Although machine learning is currently not that feasible on thin clients like standalone extended reality devices and mobile phones, we anticipate more hardware and operating system advancements down the line to run trained models on thin clients. Hence, we are still exploring its possibilities in denoising [31] and super-resolution [35] to reduce the number of rays needed to be traced as well as frame interpolation [11] to reconstruct frames with lost or corrupted packets to maintain the application’s level of interactivity.

For soft shadows, Lauterbach and Manocha [16] first performs rasterization-based shadow mapping to identify pixels that are potentially inaccurate due to aliasing artifacts, then splats these pixels based on the shape of the light and their distance from it, forming a ray mask.

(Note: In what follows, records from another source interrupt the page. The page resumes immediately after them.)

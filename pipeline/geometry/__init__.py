"""The ground-plane model: expected box height of a class at a bottom row, and ground distance.

For a roughly level pinhole camera at height ``h_cam`` over a flat ground, an object of real height
``H`` standing on the ground with its lower box edge at image row ``v_b`` (rows counted top-down) has
image height

    h = H (v_b - v_h) / h_cam = r_c (v_b - v_h),

where ``v_h`` is the horizon row and ``r_c = H / h_cam`` the class's *height ratio*. :func:`fit_ground`
recovers ``v_h`` and every class's ``r_c`` from the labelled boxes alone, so the model is in pixels and
ratios; metres enter only through the prior height table (classes with too few boxes) and through
:func:`ground_distance`, which also needs the focal length (boxes alone cannot tell it: ``h``, ``w`` and
``v_b - v_h`` all scale with ``f``).

A camera that pitches a little moves the horizon from image to image. The fit gives every image an
offset from the data set's horizon, shrunk toward zero like a random effect (its spread is estimated
from the data, so a fixed camera gets offsets near zero). Filters use an image's own horizon when they
know the image; for any other image the band widens by the horizon's spread (see
:meth:`GroundModel.expected_height`).

References
----------
.. [1] D. Hoiem, A. A. Efros, M. Hebert, "Putting Objects in Perspective", CVPR 2006; IJCV 80, 2008.
.. [2] R. Hartley, A. Zisserman, "Multiple View Geometry in Computer Vision", 2nd ed., 2004 (pinhole
   camera: ``h = f H / Z`` and ``v_b = v_h + f h_cam / Z``).
"""

from .boxes import BORDER_PX, is_usable, usable_boxes
from .cameras import CameraGroups, ClassHeight, camera_label, ground_for, scene_intrinsics
from .distances import focal_length, ground_distance, lateral_offset
from .fit import MIN_FIT_BOXES, MIN_SPREAD, PRIOR_LOG_SD, fit_cameras, fit_ground
from .model import ClassGround, GroundModel, HeightBand, Intrinsics
from .priors import HEIGHT_KEYS, PRIOR_HEIGHTS_M, box_height_m, measured_heights, normalise_class_name, prior_heights

__all__ = [
    "BORDER_PX",
    "HEIGHT_KEYS",
    "MIN_FIT_BOXES",
    "MIN_SPREAD",
    "PRIOR_HEIGHTS_M",
    "PRIOR_LOG_SD",
    "CameraGroups",
    "ClassGround",
    "ClassHeight",
    "GroundModel",
    "HeightBand",
    "Intrinsics",
    "box_height_m",
    "camera_label",
    "fit_cameras",
    "fit_ground",
    "focal_length",
    "ground_distance",
    "ground_for",
    "is_usable",
    "lateral_offset",
    "measured_heights",
    "normalise_class_name",
    "prior_heights",
    "scene_intrinsics",
    "usable_boxes",
]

The masked pixels are ray-traced as they are deemed to potentially be in some shadow penumbra, while the unmasked pixels marked in the shadow map are deemed to be in the umbra region. We are currently working on incorporating this a hybrid rendering effect that applies selective rendering [5] to avoid tracing shadow rays for every pixel.

Sun et al. [27] is a recent paper on generating soft shadows specifically for mobile devices, taking into account their limited computational capability and memory. We can also adapt some ideas to improve our shadow prediction.

6 Conclusion

We elevate the realistic quality of shadows in the DHR pipeline by implementing ray-traced soft shadowing and filtered ambient occlusion for indirect illumination, achieving higher performance stability and bandwidth savings as compared to remote rendering. Our work takes another step towards immersive real-time ray-traced graphics in interactive applications and games running on standalone extended reality devices and mobile phones.